AVAILABLE DATA:

"""One fixed pattern for K - sigma M at every shift, and what its factors look like."""

from copy import copy
from dataclasses import dataclass, field
from typing import Literal

import numpy as np
import numpy.typing as npt
import scipy.sparse as sp
from scipy.sparse.linalg import SuperLU, splu

from modalview.factor.dissection import dissection
from modalview.factor.earlier import EarlierCounts

Array = npt.NDArray[np.float64]
Indices = npt.NDArray[np.intp]

# Columns SuperLU updates together, and the subtree it merges into one supernode; measured best from n = 10
# to 1e4 on chains and plane models (the library's own 20 and 10 cost a tenth to a half more). Subtrees larger
# than its own 10 are not to be tried: with 30 it wrote beside its arrays (n = 1e4, free(): invalid pointer).
PANEL, RELAX = 4, 10

# From this size on, where minimum degree leaves more entries a column in each factor than this, nested
# dissection is tried beside it.
LARGE, HEAVY = 8_000, 30


@dataclass(frozen=True, slots=True, eq=False)
class Factors:
    """Where the entries of L and U stand when nothing is pivoted and nothing cancels to an exact zero.

    Attributes
    ----------
    lower_indptr, lower_indices, upper_indptr, upper_indices : int arrays
        Compressed columns of L and U as SuperLU hands them out.
    mirror : int array
        ``U.data[mirror]`` runs beside ``L.data``: u_kj beside l_jk.
    columns : int array
        Column of each entry of L.
    diagonal : int array (n,)
        Position of each diagonal entry in ``L.data``.
    """

    lower_indptr: npt.NDArray[np.int32]
    lower_indices: npt.NDArray[np.int32]
    upper_indptr: npt.NDArray[np.int32]
    upper_indices: npt.NDArray[np.int32]
    mirror: npt.NDArray[np.int32]
    columns: npt.NDArray[np.int32]
    diagonal: Indices

    def lower(self, data: Array) -> sp.csc_array:
        """Return a matrix (n, n) of the pattern of L with these values."""
        n = self.lower_indptr.size - 1
        return sp.csc_array((data, self.lower_indices, self.lower_indptr), shape=(n, n))

    def describe(self, lu: "SuperLU[np.float64]") -> bool:
        """Return whether the factors have exactly this pattern."""
        return bool(
            np.array_equal(lu.L.indices, self.lower_indices)
            and np.array_equal(lu.U.indices, self.upper_indices)
        )


@dataclass(frozen=True, slots=True, eq=False)
class Pattern:
    """The union pattern of K and M, in an order that keeps the factors sparse.

    Attributes
    ----------
    stored : int array (n,)
        Row of each coordinate in the stored matrix.
    turned : int array (n,)
        Row of each stored row in the factors (a postordering of the elimination tree; mostly 0, 1, 2...).
    indptr, indices : int arrays
        Compressed columns of the stored matrix.
    keys : int array
        column * n + row of each stored entry, ascending.
    factors : Factors or None
        None when L and U of the reference do not mirror each other.
    terms : int array (n,)
        Entries in each row of L, by position in the factors.
    template : csc_array (n, n)
        A matrix of this pattern, to be copied and filled.
    earlier : EarlierCounts
        Counts of models of this pattern that an edit may start from.
    """

    stored: Indices
    turned: Indices
    indptr: npt.NDArray[np.int32]
    indices: npt.NDArray[np.int32]
    keys: npt.NDArray[np.int64]
    factors: Factors | None
    terms: Indices
    template: sp.csc_array
    earlier: EarlierCounts = field(default_factory=EarlierCounts)

    @property
    def n(self) -> int:
        """Number of coordinates."""
        return int(self.stored.size)

    @property
    def place(self) -> Indices:
        """Row of each coordinate in the factors."""
        return self.turned[self.stored]

    def matrix(self, data: Array) -> sp.csc_array:
        """Return the stored matrix with these values."""
        filled = copy(self.template)  # shallow: the constructor would cost as much as a small factorization
        filled.data = data
        return filled

    def values(self, matrix: sp.csc_array) -> Array:
        """Return the values of a matrix whose entries lie in this pattern, at the stored positions."""
        data = np.zeros(self.keys.size)
        np.add.at(data, np.searchsorted(self.keys, self._keys(matrix)), matrix.data)
        return data

    def _keys(self, matrix: sp.csc_array) -> npt.NDArray[np.int64]:
        rows, cols = _coordinates(matrix)
        return self.stored[cols].astype(np.int64) * self.n + self.stored[rows]

    def factorize(self, data: Array) -> "SuperLU[np.float64]":
        """Factor without pivoting unless a pivot is exactly zero; RuntimeError when singular."""
        return _splu(self.matrix(data), "NATURAL")


def union_pattern(K: sp.csc_array, M: sp.csc_array) -> Pattern:
    """Order the union of two symmetric patterns to keep its factors sparse and find what they look like.

    Parameters
    ----------
    K, M : csc_array (n, n)
        Symmetric, both triangles stored. Stored zeros count as entries; the diagonal always does.

    Notes
    -----
    The reference factored here is -1 beside a dominant diagonal: an M-matrix, whose fill is strictly
    negative (M. Fiedler, V. Ptak (1962), Czechoslovak Math. J. 12, 382), so no entry cancels and every
    later factor of this pattern has entries at most there. Cost: two sparse factorizations, once.
    """
    n = K.shape[0]
    pairs = [_coordinates(K), _coordinates(M), (np.arange(n), np.arange(n))]
    rows = np.concatenate([pair[0] for pair in pairs])
    cols = np.concatenate([pair[1] for pair in pairs])
    first = np.unique(cols.astype(np.int64) * n + rows)
    stored, keys, reference, lu = _ordered(first, n)
    return Pattern(
        stored=stored,
        turned=lu.perm_c.astype(np.intp),
        indptr=reference.indptr,
        indices=reference.indices,
        keys=keys,
        factors=_factors(lu),
        terms=np.bincount(lu.L.indices, minlength=n),
        template=reference,
    )


def _ordered(
    first: npt.NDArray[np.int64], n: int
) -> tuple[Indices, npt.NDArray[np.int64], sp.csc_array, "SuperLU[np.float64]"]:
    """Order by minimum degree, or by nested dissection where that fills less, and factor the reference."""
    unordered = _reference(first, n)
    lu = _splu(unordered, "MMD_AT_PLUS_A")
    stored = lu.perm_c.astype(np.intp)
    if n > LARGE and lu.nnz > 2 * HEAVY * n:
        dissected = np.argsort(dissection(unordered))
        keys, reference = _stored(first, n, dissected)
        other = _splu(reference, "NATURAL")
        if other.nnz < lu.nnz:
            return dissected, keys, reference, other
    keys, reference = _stored(first, n, stored)
    return stored, keys, reference, _splu(reference, "NATURAL")


def _stored(
    first: npt.NDArray[np.int64], n: int, stored: Indices
) -> tuple[npt.NDArray[np.int64], sp.csc_array]:
    keys = np.sort(stored[first // n].astype(np.int64) * n + stored[first % n])
    return keys, _reference(keys, n)


def _splu(matrix: sp.csc_array, ordering: Literal["NATURAL", "MMD_AT_PLUS_A"]) -> "SuperLU[np.float64]":
    return splu(
        matrix,
        permc_spec=ordering,
        diag_pivot_thresh=0.0,
        relax=RELAX,
        panel_size=PANEL,
        options={"SymmetricMode": True},
    )


def _coordinates(matrix: sp.csc_array) -> tuple[Indices, Indices]:
    cols = np.repeat(np.arange(matrix.shape[1]), np.diff(matrix.indptr))
    return np.asarray(matrix.indices, dtype=np.intp), cols


def _reference(keys: npt.NDArray[np.int64], n: int) -> sp.csc_array:
    rows, cols = keys % n, keys // n
    count = np.bincount(cols, minlength=n)
    indptr = np.concatenate([[0], np.cumsum(count)]).astype(np.int32)
    data = np.where(rows == cols, count[cols] + 1.0, -1.0)
    return sp.csc_array((data, rows.astype(np.int32), indptr), shape=(n, n))


def _factors(lu: "SuperLU[np.float64]") -> Factors | None:
    """Match the entries of L and U; on large models this is what needs most memory, hence 32 bits."""
    lower, upper = lu.L, lu.U
    first, second = _positions(lower), _positions(upper)
    across = sp.csr_array(second)  # by rows of U, as L goes by columns
    by_column = sp.csc_array(sp.csr_array(first))  # L with rows ascending in every column
    if not (
        np.array_equal(by_column.indptr, across.indptr) and np.array_equal(by_column.indices, across.indices)
    ):
        return None
    mirror = np.empty(lower.nnz, dtype=np.int32)
    mirror[by_column.data] = across.data
    columns = np.repeat(np.arange(lower.shape[1], dtype=np.int32), np.diff(lower.indptr))
    return Factors(
        lower_indptr=lower.indptr,
        lower_indices=lower.indices,
        upper_indptr=upper.indptr,
        upper_indices=upper.indices,
        mirror=mirror,
        columns=columns,
        diagonal=np.flatnonzero(lower.indices == columns),
    )


def _positions(matrix: sp.csc_array) -> sp.csc_array:
    """Return a matrix of this pattern whose entries are their own places among the stored ones."""
    places = np.arange(matrix.nnz, dtype=np.int32)
    return sp.csc_array((places, matrix.indices, matrix.indptr), shape=matrix.shape)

PROBLEM DESCRIPTION: How many lines of the entries include the string "more"? Answer with a number and no other words.

ANSWER TO THIS TASK: 2